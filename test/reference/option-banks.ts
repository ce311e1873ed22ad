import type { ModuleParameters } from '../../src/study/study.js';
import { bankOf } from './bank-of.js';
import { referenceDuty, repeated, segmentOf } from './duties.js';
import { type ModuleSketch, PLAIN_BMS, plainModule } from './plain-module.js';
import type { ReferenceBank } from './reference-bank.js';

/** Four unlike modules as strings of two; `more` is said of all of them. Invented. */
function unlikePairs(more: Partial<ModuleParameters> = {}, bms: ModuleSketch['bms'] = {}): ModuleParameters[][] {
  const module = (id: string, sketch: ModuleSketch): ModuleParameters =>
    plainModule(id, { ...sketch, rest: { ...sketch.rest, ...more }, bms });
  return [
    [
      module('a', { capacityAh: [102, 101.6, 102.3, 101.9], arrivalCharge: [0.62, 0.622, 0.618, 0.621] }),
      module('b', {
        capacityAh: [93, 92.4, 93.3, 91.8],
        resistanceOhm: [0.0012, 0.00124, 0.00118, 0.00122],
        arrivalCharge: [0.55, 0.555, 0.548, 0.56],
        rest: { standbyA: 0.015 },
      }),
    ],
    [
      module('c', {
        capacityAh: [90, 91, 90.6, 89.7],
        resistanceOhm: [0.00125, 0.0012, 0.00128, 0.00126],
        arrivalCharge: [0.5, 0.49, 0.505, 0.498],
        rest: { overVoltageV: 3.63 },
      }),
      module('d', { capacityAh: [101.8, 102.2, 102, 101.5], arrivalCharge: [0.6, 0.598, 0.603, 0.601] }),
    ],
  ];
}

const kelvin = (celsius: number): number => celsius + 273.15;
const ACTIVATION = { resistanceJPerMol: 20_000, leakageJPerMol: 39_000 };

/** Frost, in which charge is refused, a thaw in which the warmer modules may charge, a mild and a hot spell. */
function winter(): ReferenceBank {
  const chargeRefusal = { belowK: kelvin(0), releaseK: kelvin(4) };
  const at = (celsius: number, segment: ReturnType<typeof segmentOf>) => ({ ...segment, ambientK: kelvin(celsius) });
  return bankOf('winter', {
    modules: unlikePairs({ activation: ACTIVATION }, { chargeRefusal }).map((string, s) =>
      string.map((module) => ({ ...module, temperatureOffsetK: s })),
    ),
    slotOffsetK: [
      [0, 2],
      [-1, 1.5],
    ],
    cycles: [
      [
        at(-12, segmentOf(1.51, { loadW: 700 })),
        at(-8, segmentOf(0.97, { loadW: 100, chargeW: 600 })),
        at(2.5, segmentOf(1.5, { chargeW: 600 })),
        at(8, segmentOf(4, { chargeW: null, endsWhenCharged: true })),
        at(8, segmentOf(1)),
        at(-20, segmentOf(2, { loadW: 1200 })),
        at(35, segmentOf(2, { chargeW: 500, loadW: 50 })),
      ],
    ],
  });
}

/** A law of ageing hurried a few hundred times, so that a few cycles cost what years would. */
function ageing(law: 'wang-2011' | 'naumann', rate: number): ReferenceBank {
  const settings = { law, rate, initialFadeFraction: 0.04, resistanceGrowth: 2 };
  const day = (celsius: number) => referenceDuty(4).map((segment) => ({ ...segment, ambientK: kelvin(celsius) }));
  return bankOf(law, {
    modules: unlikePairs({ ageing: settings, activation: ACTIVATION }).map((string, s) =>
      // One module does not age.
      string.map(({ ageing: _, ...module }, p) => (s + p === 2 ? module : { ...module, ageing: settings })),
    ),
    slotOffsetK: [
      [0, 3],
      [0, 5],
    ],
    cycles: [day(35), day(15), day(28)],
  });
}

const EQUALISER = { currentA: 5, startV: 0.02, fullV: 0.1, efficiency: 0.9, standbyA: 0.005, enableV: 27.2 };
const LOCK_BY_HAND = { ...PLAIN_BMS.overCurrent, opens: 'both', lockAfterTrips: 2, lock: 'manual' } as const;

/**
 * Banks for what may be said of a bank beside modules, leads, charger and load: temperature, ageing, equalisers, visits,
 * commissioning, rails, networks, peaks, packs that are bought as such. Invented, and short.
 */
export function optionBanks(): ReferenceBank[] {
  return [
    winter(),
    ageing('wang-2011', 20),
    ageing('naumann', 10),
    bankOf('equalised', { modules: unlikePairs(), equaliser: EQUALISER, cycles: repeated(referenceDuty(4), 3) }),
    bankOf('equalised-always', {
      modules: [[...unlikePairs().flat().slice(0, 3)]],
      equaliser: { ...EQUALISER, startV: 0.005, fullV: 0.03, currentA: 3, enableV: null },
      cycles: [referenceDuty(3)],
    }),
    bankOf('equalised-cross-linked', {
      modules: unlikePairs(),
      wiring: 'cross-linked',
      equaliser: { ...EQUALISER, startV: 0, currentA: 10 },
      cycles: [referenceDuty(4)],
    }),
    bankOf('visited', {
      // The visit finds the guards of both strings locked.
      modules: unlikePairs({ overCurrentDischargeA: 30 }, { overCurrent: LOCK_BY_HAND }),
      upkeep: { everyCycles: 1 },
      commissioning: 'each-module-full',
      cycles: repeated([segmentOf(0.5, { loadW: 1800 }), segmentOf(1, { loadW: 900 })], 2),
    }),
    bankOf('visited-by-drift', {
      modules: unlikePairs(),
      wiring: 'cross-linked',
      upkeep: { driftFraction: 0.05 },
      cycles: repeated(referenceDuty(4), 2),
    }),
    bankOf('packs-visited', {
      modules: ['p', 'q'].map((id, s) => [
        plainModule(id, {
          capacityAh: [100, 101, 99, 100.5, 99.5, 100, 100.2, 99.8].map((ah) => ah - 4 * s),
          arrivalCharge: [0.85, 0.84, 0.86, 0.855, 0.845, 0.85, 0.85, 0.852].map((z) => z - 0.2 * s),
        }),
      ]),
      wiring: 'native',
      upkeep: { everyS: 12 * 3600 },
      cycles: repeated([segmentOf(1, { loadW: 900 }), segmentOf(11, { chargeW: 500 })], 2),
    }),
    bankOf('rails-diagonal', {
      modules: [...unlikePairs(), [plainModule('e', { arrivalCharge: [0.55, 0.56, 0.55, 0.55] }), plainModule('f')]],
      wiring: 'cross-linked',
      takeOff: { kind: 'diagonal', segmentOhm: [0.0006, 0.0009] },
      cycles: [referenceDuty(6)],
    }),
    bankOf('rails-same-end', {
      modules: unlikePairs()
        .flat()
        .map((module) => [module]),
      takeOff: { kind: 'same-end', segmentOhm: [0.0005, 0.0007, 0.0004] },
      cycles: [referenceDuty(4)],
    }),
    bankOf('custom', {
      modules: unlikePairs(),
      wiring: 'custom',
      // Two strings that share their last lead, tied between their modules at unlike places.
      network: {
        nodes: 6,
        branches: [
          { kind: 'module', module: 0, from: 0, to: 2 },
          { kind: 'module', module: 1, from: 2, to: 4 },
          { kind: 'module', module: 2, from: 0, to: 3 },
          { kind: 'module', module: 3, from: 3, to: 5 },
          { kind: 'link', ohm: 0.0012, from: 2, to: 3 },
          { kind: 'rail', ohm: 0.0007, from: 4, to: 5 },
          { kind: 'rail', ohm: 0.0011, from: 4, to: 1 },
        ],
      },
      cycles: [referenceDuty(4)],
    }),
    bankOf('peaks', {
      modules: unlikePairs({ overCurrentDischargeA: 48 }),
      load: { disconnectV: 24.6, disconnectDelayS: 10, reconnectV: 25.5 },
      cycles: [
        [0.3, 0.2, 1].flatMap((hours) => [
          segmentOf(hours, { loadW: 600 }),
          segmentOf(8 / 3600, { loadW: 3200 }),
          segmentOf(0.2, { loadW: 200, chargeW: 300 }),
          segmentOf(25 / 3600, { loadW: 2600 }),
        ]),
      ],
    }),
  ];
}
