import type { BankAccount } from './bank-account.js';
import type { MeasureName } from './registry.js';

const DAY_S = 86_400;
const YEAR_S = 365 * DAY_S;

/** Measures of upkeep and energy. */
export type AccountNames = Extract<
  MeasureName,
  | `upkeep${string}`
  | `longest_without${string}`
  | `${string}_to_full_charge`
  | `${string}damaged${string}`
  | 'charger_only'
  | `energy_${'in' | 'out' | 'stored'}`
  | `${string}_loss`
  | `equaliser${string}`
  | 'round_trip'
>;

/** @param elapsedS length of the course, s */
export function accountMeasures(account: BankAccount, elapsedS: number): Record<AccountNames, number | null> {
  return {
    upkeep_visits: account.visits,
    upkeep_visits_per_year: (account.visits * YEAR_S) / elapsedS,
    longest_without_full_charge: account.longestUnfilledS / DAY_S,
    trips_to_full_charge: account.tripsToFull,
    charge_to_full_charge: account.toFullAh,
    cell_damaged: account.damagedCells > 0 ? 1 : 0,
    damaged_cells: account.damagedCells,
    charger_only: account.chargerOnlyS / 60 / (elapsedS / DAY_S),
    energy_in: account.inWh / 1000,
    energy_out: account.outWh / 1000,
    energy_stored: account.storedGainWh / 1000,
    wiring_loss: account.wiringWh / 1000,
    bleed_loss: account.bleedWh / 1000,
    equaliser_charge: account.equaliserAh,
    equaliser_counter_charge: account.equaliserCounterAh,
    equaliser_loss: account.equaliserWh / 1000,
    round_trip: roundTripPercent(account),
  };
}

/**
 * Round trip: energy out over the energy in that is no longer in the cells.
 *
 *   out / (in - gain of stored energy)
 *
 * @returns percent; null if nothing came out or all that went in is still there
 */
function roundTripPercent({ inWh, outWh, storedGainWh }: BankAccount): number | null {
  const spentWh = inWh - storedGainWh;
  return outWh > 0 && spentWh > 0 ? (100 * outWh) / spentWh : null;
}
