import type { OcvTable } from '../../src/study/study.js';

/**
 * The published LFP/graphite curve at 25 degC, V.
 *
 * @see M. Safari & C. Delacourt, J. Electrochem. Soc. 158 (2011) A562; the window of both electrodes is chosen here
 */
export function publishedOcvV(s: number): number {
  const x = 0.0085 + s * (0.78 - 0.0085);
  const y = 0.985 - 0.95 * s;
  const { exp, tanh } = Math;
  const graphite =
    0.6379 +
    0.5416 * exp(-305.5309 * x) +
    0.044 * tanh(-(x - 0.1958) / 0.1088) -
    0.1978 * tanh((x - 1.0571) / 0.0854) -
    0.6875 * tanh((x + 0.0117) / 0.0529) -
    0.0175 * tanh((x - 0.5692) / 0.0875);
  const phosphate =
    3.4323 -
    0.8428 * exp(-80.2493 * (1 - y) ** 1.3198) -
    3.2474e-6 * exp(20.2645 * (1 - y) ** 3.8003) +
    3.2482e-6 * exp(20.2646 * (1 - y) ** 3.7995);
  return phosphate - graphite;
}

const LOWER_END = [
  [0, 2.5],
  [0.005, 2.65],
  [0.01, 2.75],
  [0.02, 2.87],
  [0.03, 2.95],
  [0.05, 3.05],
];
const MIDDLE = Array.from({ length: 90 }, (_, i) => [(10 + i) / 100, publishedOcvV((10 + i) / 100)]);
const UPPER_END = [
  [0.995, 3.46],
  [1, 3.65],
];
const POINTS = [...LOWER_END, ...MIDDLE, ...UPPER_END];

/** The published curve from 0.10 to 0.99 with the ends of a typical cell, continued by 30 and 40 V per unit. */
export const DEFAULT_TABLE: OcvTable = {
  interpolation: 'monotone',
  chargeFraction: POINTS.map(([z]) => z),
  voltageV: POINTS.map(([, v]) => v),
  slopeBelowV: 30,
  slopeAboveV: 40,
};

**The task:**
All lines above from the line with "number): Record<AccountNames, number" through the line with "const x = 0.0085 + s * (0.78 - 0.0085);", both included, are to be set down exactly, with nothing else.

**Solution to this task:**
export function accountMeasures(account: BankAccount, elapsedS: number): Record<AccountNames, number | null> {
  return {
    upkeep_visits: account.visits,
    upkeep_visits_per_year: (account.visits * YEAR_S) / elapsedS,
    longest_without_full_charge: account.longestUnfilledS / DAY_S,
    trips_to_full_charge: account.tripsToFull,
    charge_to_full_charge: account.toFullAh,
    cell_damaged: account.damagedCells > 0 ? 1 : 0,
    damaged_cells: account.damagedCells,
    charger_only: account.chargerOnlyS / 60 / (elapsedS / DAY_S),
    energy_in: account.inWh / 1000,
    energy_out: account.outWh / 1000,
    energy_stored: account.storedGainWh / 1000,
    wiring_loss: account.wiringWh / 1000,
    bleed_loss: account.bleedWh / 1000,
    equaliser_charge: account.equaliserAh,
    equaliser_counter_charge: account.equaliserCounterAh,
    equaliser_loss: account.equaliserWh / 1000,
    round_trip: roundTripPercent(account),
  };
}

/**
 * Round trip: energy out over the energy in that is no longer in the cells.
 *
 *   out / (in - gain of stored energy)
 *
 * @returns percent; null if nothing came out or all that went in is still there
 */
function roundTripPercent({ inWh, outWh, storedGainWh }: BankAccount): number | null {
  const spentWh = inWh - storedGainWh;
  return outWh > 0 && spentWh > 0 ? (100 * outWh) / spentWh : null;
}
import type { OcvTable } from '../../src/study/study.js';

/**
 * The published LFP/graphite curve at 25 degC, V.
 *
 * @see M. Safari & C. Delacourt, J. Electrochem. Soc. 158 (2011) A562; the window of both electrodes is chosen here
 */
export function publishedOcvV(s: number): number {
  const x = 0.0085 + s * (0.78 - 0.0085);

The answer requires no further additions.